CALL FOR SUBMISSIONS!!!
ASOCHA – (Adult Survivors of Childhood Abuse) is looking for submissions of Essays, Op Eds, and Survivor Stories (from a first person perspective) for its launch before or by the end of Spring. We are also taking submissions for our Creative Showcase, which would include poetry, photography, collage, painting, drawing, or digital art. Please see below for a more in-depth description regarding what ASOCHA wishes to accomplish. If interested, please email Rachel@asocha.org with your submission which should include the type of submission in the subject line of the email, your submission as an attachment, and a bio. We are looking for submissions from both adult survivors of childhood abuse and those who are empathetic to our cause. Please keep all writing submissions below 3,500 words. All “creative showcase” submissions to no more than three pieces. For our creative showcase, we are looking for art that speaks to child victimization and/or healing; or inspired by such events. We will also respect the wishes of those who wish to publish under a pseudonym. Please allow us one month to respond to your submissions. Currently, the website is still in its raw form and under construction. Here is a better explanation of our goals for ASOCHA:
With the hopes of educating the public on what childhood abuse looks like from a first person perspective and how the current culture views victims of abuse as told through the eyes of victims and survivors, they (the founders) created a one-of-a-kind platform. To their shock and surprise, the domain “Adult Survivors of Childhood Abuse” (.com & .org) was there for the taking. It sadly became apparent that no other organization existed for once victims of childhood abuse to speak out, which is both empowering and healing as it offers acknowledgement and validation – two necessities well known to the psychiatric community as instruments in healing for those who were once victimized.
Along with empowering adult survivors by offering a platform to speak openly about crimes committed against them as children, ASOCHA believes art therapy to be an important healing tool.

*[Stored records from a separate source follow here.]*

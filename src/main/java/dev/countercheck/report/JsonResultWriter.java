package dev.countercheck.report;

import com.fasterxml.jackson.core.JsonGenerator;
import com.fasterxml.jackson.core.StreamWriteFeature;
import com.fasterxml.jackson.core.util.DefaultIndenter;
import com.fasterxml.jackson.core.util.DefaultPrettyPrinter;
import com.fasterxml.jackson.core.util.Separators;
import com.fasterxml.jackson.databind.JsonNode;
import com.fasterxml.jackson.databind.ObjectWriter;
import com.fasterxml.jackson.databind.SerializationFeature;
import com.fasterxml.jackson.databind.json.JsonMapper;
import com.fasterxml.jackson.databind.node.ObjectNode;
import dev.countercheck.eurocode.Step;
import dev.countercheck.review.CheckResult;
import dev.countercheck.review.ClaimComparison;
import dev.countercheck.review.ElementReview;
import dev.countercheck.review.GeneratedCase;
import dev.countercheck.review.Finding;
import dev.countercheck.review.Review;
import dev.countercheck.review.Severity;
import dev.countercheck.review.Value;
import dev.countercheck.review.Verdict;
import dev.countercheck.round.ReviewRound;

import java.io.IOException;
import java.io.Writer;
import java.util.List;
import java.util.Map;
import java.util.Optional;

/**
 * Writes a finished {@link Review} as the JSON result of {@code docs/results.md}.
 *
 * <p>Keys appear in the order of {@code docs/results.md}; fields the spec adds beside it
 * ({@code review_date}, {@code assumptions}, the submission's {@code prepared_by} and
 * {@code date}, the ruleset's {@code files}) sit where they read naturally. Absent optional
 * fields are left out, never written as {@code null}. Numbers are rounded as
 * {@link ReportNumbers} says. Streamed into the generator as it goes, element by element, with no tree
 * built on the way (the header and the round's parts excepted, which are small). Two-space indent, {@code "\n"} line ends, a trailing newline:
 * the same review always gives the same bytes.
 */
public final class JsonResultWriter {

    /** The {@code format} this writer produces. */
    public static final String FORMAT = "countercheck-result/1";

    private static final JsonMapper MAPPER = JsonMapper.builder()
            .enable(StreamWriteFeature.WRITE_BIGDECIMAL_AS_PLAIN)
            .disable(StreamWriteFeature.AUTO_CLOSE_TARGET)
            .disable(SerializationFeature.FLUSH_AFTER_WRITE_VALUE)
            .build();

    private static final ObjectWriter WRITER = MAPPER.writer(prettyPrinter());

    /** The JSON text of {@code review}, ending in a newline. */
    public String write(Review review) {
        return write(review, ReviewRound.none(""));
    }

    /**
     * The JSON text of {@code review} in its round: with the designer's responses and the comparison
     * with the previous revision where the round has them ({@link RoundJson}).
     */
    public String write(Review review, ReviewRound round) {
        TextWriter out = new TextWriter();
        try {
            write(review, round, out);
        } catch (IOException e) {
            // Text in memory does not fail; strings and numbers always serialise.
            throw new IllegalStateException("could not serialise the review result", e);
        }
        return out.toString();
    }

    /**
     * Writes the JSON text of {@code review} in its round, ending in a newline, into {@code out}
     * element by element: only one element's part of the result is held in memory at a time.
     * {@code out} is flushed, not closed.
     */
    public void write(Review review, ReviewRound round, Writer out) throws IOException {
        try (JsonGenerator g = WRITER.createGenerator(out)) {
            g.writeStartObject();
            g.writeStringField("format", FORMAT);
            field(g, "tool", tool(review.tool()));
            field(g, "submission", submission(review.submission()));
            field(g, "ruleset", ruleset(review.ruleset()));
            g.writeStringField("review_date", review.reviewDate());
            g.writeStringField("verdict", review.verdict().label());
            g.writeArrayFieldStart("elements");
            for (ElementReview element : review.elements()) {
                element(g, element);
            }
            g.writeEndArray();
            field(g, "summary", summary(review.summary()));
            ObjectNode roundFields = MAPPER.createObjectNode();
            RoundJson.add(roundFields, review, round);
            for (Map.Entry<String, JsonNode> field : roundFields.properties()) {
                field(g, field.getKey(), field.getValue());
            }
            g.writeArrayFieldStart("assumptions");
            for (String assumption : review.assumptions()) {
                g.writeString(assumption);
            }
            g.writeEndArray();
            g.writeEndObject();
            g.flush();
        }
        out.write('\n');
        out.flush();
    }

    private static void field(JsonGenerator g, String name, JsonNode value) throws IOException {
        g.writeFieldName(name);
        MAPPER.writeTree(g, value);
    }

    private static ObjectNode tool(Review.ToolInfo tool) {
        ObjectNode node = MAPPER.createObjectNode();
        node.put("name", tool.name());
        node.put("version", tool.version());
        return node;
    }

    private static ObjectNode submission(Review.SubmissionInfo submission) {
        ObjectNode node = MAPPER.createObjectNode();
        node.put("file", submission.file());
        node.put("sha256", submission.sha256());
        putIfPresent(node, "title", submission.title());
        putIfPresent(node, "reference", submission.reference());
        putIfPresent(node, "revision", submission.revision());
        putIfPresent(node, "prepared_by", submission.preparedBy());
        putIfPresent(node, "date", submission.date());
        return node;
    }

    private static ObjectNode ruleset(Review.RulesetInfo ruleset) {
        ObjectNode node = MAPPER.createObjectNode();
        node.put("id", ruleset.id());
        node.put("title", ruleset.title());
        node.put("sha256", ruleset.sha256());
        ruleset.files().forEach(node.putArray("files")::add);
        return node;
    }

    private static void element(JsonGenerator g, ElementReview element) throws IOException {
        g.writeStartObject();
        g.writeStringField("id", element.id());
        g.writeStringField("type", element.type());
        g.writeStringField("description", element.description());
        g.writeStringField("verdict", element.verdict().label());
        array(g, "checks", element.checks(), JsonResultWriter::check);
        array(g, "findings", element.findings(), JsonResultWriter::finding);
        strings(g, "cautions", element.cautions());
        if (!element.combinations().isEmpty()) {
            array(g, "combinations", element.combinations(), JsonResultWriter::combination);
        }
        g.writeEndObject();
    }

    private static void combination(JsonGenerator g, GeneratedCase c) throws IOException {
        g.writeStartObject();
        g.writeStringField("name", c.name());
        g.writeStringField("kind", c.kind());
        number(g, "N", ReportNumbers.quantityText(c.nKn()));
        number(g, "Mx", ReportNumbers.quantityText(c.mxKnm()));
        number(g, "My", ReportNumbers.quantityText(c.myKnm()));
        number(g, "Hx", ReportNumbers.quantityText(c.hxKn()));
        number(g, "Hy", ReportNumbers.quantityText(c.hyKn()));
        number(g, "gamma_self_weight", ReportNumbers.ratioText(c.selfWeightFactor()));
        g.writeFieldName("trace");
        step(g, c.trace());
        strings(g, "governs", c.governs());
        g.writeEndObject();
    }

    private static void check(JsonGenerator g, CheckResult check) throws IOException {
        g.writeStartObject();
        g.writeStringField("id", check.id());
        g.writeStringField("title", check.title());
        g.writeStringField("basis", check.basis());
        g.writeStringField("status", check.status().label());
        if (check.utilisation().isPresent()) {
            number(g, "utilisation", ReportNumbers.ratioText(check.utilisation().getAsDouble()));
        }
        stringIfPresent(g, "governing_case", check.governingCase());
        stringIfPresent(g, "reason", check.reason());
        g.writeObjectFieldStart("values");
        for (Map.Entry<String, Value> value : check.values().entrySet()) {
            g.writeObjectFieldStart(value.getKey());
            number(g, "value", ReportNumbers.quantityText(value.getValue().value()));
            g.writeStringField("unit", value.getValue().unit());
            g.writeEndObject();
        }
        g.writeEndObject();
        array(g, "claims", check.claims(), JsonResultWriter::claim);
        array(g, "trace", check.trace(), JsonResultWriter::step);
        g.writeEndObject();
    }

    private static void claim(JsonGenerator g, ClaimComparison claim) throws IOException {
        g.writeStartObject();
        g.writeStringField("quantity", claim.quantity());
        number(g, "claimed", ReportNumbers.claimedText(claim.claimed()));
        number(g, "computed", ReportNumbers.quantityText(claim.computed()));
        number(g, "difference", ReportNumbers.ratioText(claim.difference()));
        g.writeStringField("verdict", claim.verdict().label());
        g.writeEndObject();
    }

    private static void step(JsonGenerator g, Step step) throws IOException {
        g.writeStartObject();
        g.writeStringField("symbol", step.symbol());
        g.writeStringField("formula", step.formula());
        g.writeStringField("substituted", step.substituted());
        number(g, "value", ReportNumbers.quantityText(step.value()));
        g.writeStringField("unit", step.unit());
        g.writeStringField("clause", step.clause());
        stringIfPresent(g, "remark", step.remark());
        g.writeEndObject();
    }

    private static void finding(JsonGenerator g, Finding finding) throws IOException {
        g.writeStartObject();
        g.writeStringField("id", finding.id());
        g.writeStringField("severity", finding.severity().label());
        g.writeStringField("check", finding.check());
        g.writeStringField("message", finding.message());
        g.writeStringField("basis", finding.basis());
        g.writeEndObject();
    }

    /** A number already written as its plain decimal text ({@link ReportNumbers}), unquoted. */
    private static void number(JsonGenerator g, String name, String plain) throws IOException {
        g.writeFieldName(name);
        g.writeNumber(plain);
    }

    private static void stringIfPresent(JsonGenerator g, String name, Optional<String> text) throws IOException {
        if (text.isPresent()) {
            g.writeStringField(name, text.get());
        }
    }

    private static void strings(JsonGenerator g, String name, List<String> texts) throws IOException {
        array(g, name, texts, JsonGenerator::writeString);
    }

    /** The array {@code name} of {@code items}, each written by {@code item}. */
    private static <T> void array(JsonGenerator g, String name, List<T> items, Item<T> item) throws IOException {
        g.writeArrayFieldStart(name);
        for (T t : items) {
            item.write(g, t);
        }
        g.writeEndArray();
    }

    /** Writes one item of an array. */
    @FunctionalInterface
    private interface Item<T> {
        void write(JsonGenerator g, T item) throws IOException;
    }

    /** Every verdict and severity appears, in the order of the enums, with 0 where the map has none. */
    private static ObjectNode summary(Review.Summary summary) {
        ObjectNode node = MAPPER.createObjectNode();
        node.put("elements", summary.elements());
        for (Verdict verdict : Verdict.values()) {
            node.put(verdict.label(), countOf(summary.verdicts(), verdict));
        }
        ObjectNode findings = node.putObject("findings");
        for (Severity severity : Severity.values()) {
            findings.put(severity.label(), countOf(summary.findings(), severity));
        }
        return node;
    }

    private static <K> int countOf(Map<K, Integer> counts, K key) {
        return counts.getOrDefault(key, 0);
    }

    private static void putIfPresent(ObjectNode node, String key, Optional<String> text) {
        text.ifPresent(t -> node.put(key, t));
    }

    /** Two-space indent, {@code "key": value}, {@code []} and {@code {}} when empty, {@code "\n"} on every platform. */
    private static DefaultPrettyPrinter prettyPrinter() {
        Separators separators = Separators.createDefaultInstance()
                .withObjectFieldValueSpacing(Separators.Spacing.AFTER)
                .withObjectEmptySeparator("")
                .withArrayEmptySeparator("");
        DefaultIndenter indenter = new DefaultIndenter("  ", "\n");
        return new DefaultPrettyPrinter(separators).withObjectIndenter(indenter).withArrayIndenter(indenter);
    }
}
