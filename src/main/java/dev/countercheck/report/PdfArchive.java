package dev.countercheck.report;

import org.apache.pdfbox.cos.COSArray;
import org.apache.pdfbox.cos.COSName;
import org.apache.pdfbox.pdmodel.PDDocument;
import org.apache.pdfbox.pdmodel.PDDocumentCatalog;
import org.apache.pdfbox.pdmodel.PDDocumentInformation;
import org.apache.pdfbox.pdmodel.PDDocumentNameDictionary;
import org.apache.pdfbox.pdmodel.PDEmbeddedFilesNameTreeNode;
import org.apache.pdfbox.pdmodel.common.PDMetadata;
import org.apache.pdfbox.pdmodel.common.filespecification.PDComplexFileSpecification;
import org.apache.pdfbox.pdmodel.common.filespecification.PDEmbeddedFile;
import org.apache.xmpbox.XMPMetadata;
import org.apache.xmpbox.schema.AdobePDFSchema;
import org.apache.xmpbox.schema.DublinCoreSchema;
import org.apache.xmpbox.schema.PDFAIdentificationSchema;
import org.apache.xmpbox.schema.XMPBasicSchema;
import org.apache.xmpbox.type.BadFieldValueException;
import org.apache.xmpbox.xml.XmpSerializer;

import javax.xml.transform.TransformerException;
import java.awt.color.ColorSpace;
import java.awt.color.ICC_Profile;
import java.io.ByteArrayInputStream;
import java.io.ByteArrayOutputStream;
import java.io.IOException;
import java.nio.charset.StandardCharsets;
import java.util.Calendar;
import java.util.Map;

/**
 * What makes the PDF an archive copy (PDF/A-3, conformance level U: every font embedded, text
 * mapped to Unicode, an sRGB output intent): the XMP metadata, written from the document
 * information so that the two agree and carry the review date rather than the clock, and the JSON
 * result attached as the data the report presents (PDF/A-3 allows embedded files when the catalogue
 * names them as associated files).
 */
final class PdfArchive {

    static final int PART = 3;
    static final String CONFORMANCE = "U";
    static final String JSON_TYPE = "application/json";

    private PdfArchive() {
    }

    /** The ICC profile of sRGB, the output intent the renderer writes in PDF/A mode (from the Java runtime). */
    static byte[] srgbProfile() {
        return ICC_Profile.getInstance(ColorSpace.CS_sRGB).getData();
    }

    /** Replaces the renderer's XMP metadata (dated by the clock) with one that repeats the document information. */
    static void describe(PDDocument document) throws IOException {
        PDDocumentInformation info = document.getDocumentInformation();
        XMPMetadata xmp = XMPMetadata.createXMPMetadata();
        try {
            PDFAIdentificationSchema id = xmp.createAndAddPDFAIdentificationSchema();
            id.setPart(PART);
            id.setConformance(CONFORMANCE);
        } catch (BadFieldValueException e) {
            throw new IllegalStateException("PDF/A-" + PART + CONFORMANCE + " is a valid identification", e);
        }
        DublinCoreSchema dc = xmp.createAndAddDublinCoreSchema();
        dc.setFormat("application/pdf");
        dc.setTitle(info.getTitle());
        dc.setDescription(info.getSubject());
        AdobePDFSchema pdf = xmp.createAndAddAdobePDFSchema();
        pdf.setProducer(info.getProducer());
        XMPBasicSchema basic = xmp.createAndAddXMPBasicSchema();
        basic.setCreatorTool(info.getCreator());
        basic.setCreateDate(info.getCreationDate());
        basic.setModifyDate(info.getModificationDate());
        ByteArrayOutputStream out = new ByteArrayOutputStream();
        try {
            new XmpSerializer().serialize(xmp, out, true);
        } catch (TransformerException e) {
            throw new IllegalStateException("could not write the PDF's XMP metadata: " + e.getMessage(), e);
        }
        PDMetadata metadata = new PDMetadata(document);
        metadata.importXMPMetadata(out.toByteArray());
        document.getDocumentCatalog().setMetadata(metadata);
    }

    /**
     * Attaches {@code json} as the file {@code name}, dated {@code date}: listed among the document's
     * embedded files and, for PDF/A-3, among the catalogue's associated files as its data.
     */
    static void attachJson(PDDocument document, String name, String json, Calendar date) throws IOException {
        byte[] bytes = json.getBytes(StandardCharsets.UTF_8);
        PDEmbeddedFile file = new PDEmbeddedFile(document, new ByteArrayInputStream(bytes));
        file.setSubtype(JSON_TYPE);
        file.setSize(bytes.length);
        file.setCreationDate(date);
        file.setModDate(date);
        PDComplexFileSpecification spec = new PDComplexFileSpecification();
        spec.setFile(name);
        spec.setFileUnicode(name);
        spec.setEmbeddedFile(file);
        spec.setEmbeddedFileUnicode(file);
        spec.setFileDescription("The review's result as JSON: the data this report presents");
        spec.getCOSObject().setName(COSName.getPDFName("AFRelationship"), "Data");
        PDEmbeddedFilesNameTreeNode files = new PDEmbeddedFilesNameTreeNode();
        files.setNames(Map.of(name, spec));
        PDDocumentCatalog catalog = document.getDocumentCatalog();
        PDDocumentNameDictionary names = new PDDocumentNameDictionary(catalog);
        names.setEmbeddedFiles(files);
        catalog.setNames(names);
        COSArray associated = new COSArray();
        associated.add(spec);
        catalog.getCOSObject().setItem(COSName.getPDFName("AF"), associated);
    }
}
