package dev.countercheck.report;

import dev.countercheck.review.Review;
import dev.countercheck.round.ReviewRound;

import java.util.Optional;

/**
 * The reports of one reviewed submission, joined to its {@link OutputSet}: the JSON result and the
 * HTML page, each written straight into its temporary file when the set is committed (the JSON
 * element by element, the HTML as the template runs), and, when asked for, the PDF. With a PDF, the
 * HTML text is rendered once and both the HTML file and the PDF are made from it, so that the two
 * show the very same page.
 */
public final class ReviewReports {

    private ReviewReports() {
    }

    /**
     * Adds the reports of {@code review} in {@code round} to {@code set}.
     *
     * @param pdf the PDF's file name, when a PDF is wanted
     */
    public static void addTo(OutputSet set, Review review, ReviewRound round, String json, String html,
                             Optional<String> pdf) {
        set.addText(json, out -> new JsonResultWriter().write(review, out));
        if (pdf.isEmpty()) {
            set.addText(html, out -> new HtmlReportWriter().write(review, round, out));
            return;
        }
        String page = new HtmlReportWriter().write(review, round);
        set.add(html, page);
        set.add(pdf.get(), out -> new PdfReportWriter().render(page, review, out));
    }
}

Because of this, the website also provides its community a space to showcase creative endeavors that speak to child victimization and healing.
While ASOCHA‘s main focus is to provide a public space for adult survivors of childhood abuse, the organization also welcomes Essays, Op Eds, and Personal Narratives from those who have not been victimized but are empathetic to the cause and support survivors in their plight to receive justice by way of reformation and/or abolishment of the Statute of Limitation Laws placed on crimes committed against children. ASOCHA also welcomes discourse regarding what is typically labeled “rape culture”. ASOCHA hopes to educate and inform the public on how a rape culture fosters apologetic views that further revictimizes a survivor and minimizes crimes.
ASOCHA will address a range of topics such as (but not limited to) childhood sexual abuse (of all forms), childhood physical abuse, childhood emotional abuse, childhood homelessness due to running away from an abusive household, psychotherapy, disorders developed in adulthood as a direct result of childhood trauma, familial ties, behavioral issues, revictimization, cycle of abuse, cultural views, and our justice system. The organization hopes to help survivors heal and in doing so, educate the public. The majority of ASOCHA‘s community will be the “unheard” and “unreported”; the statistics are incorrect because fear drives children to never report their abuses or their abusers. ASOCHA was created to finally offer those children, who are now adults, a chance to tell their stories.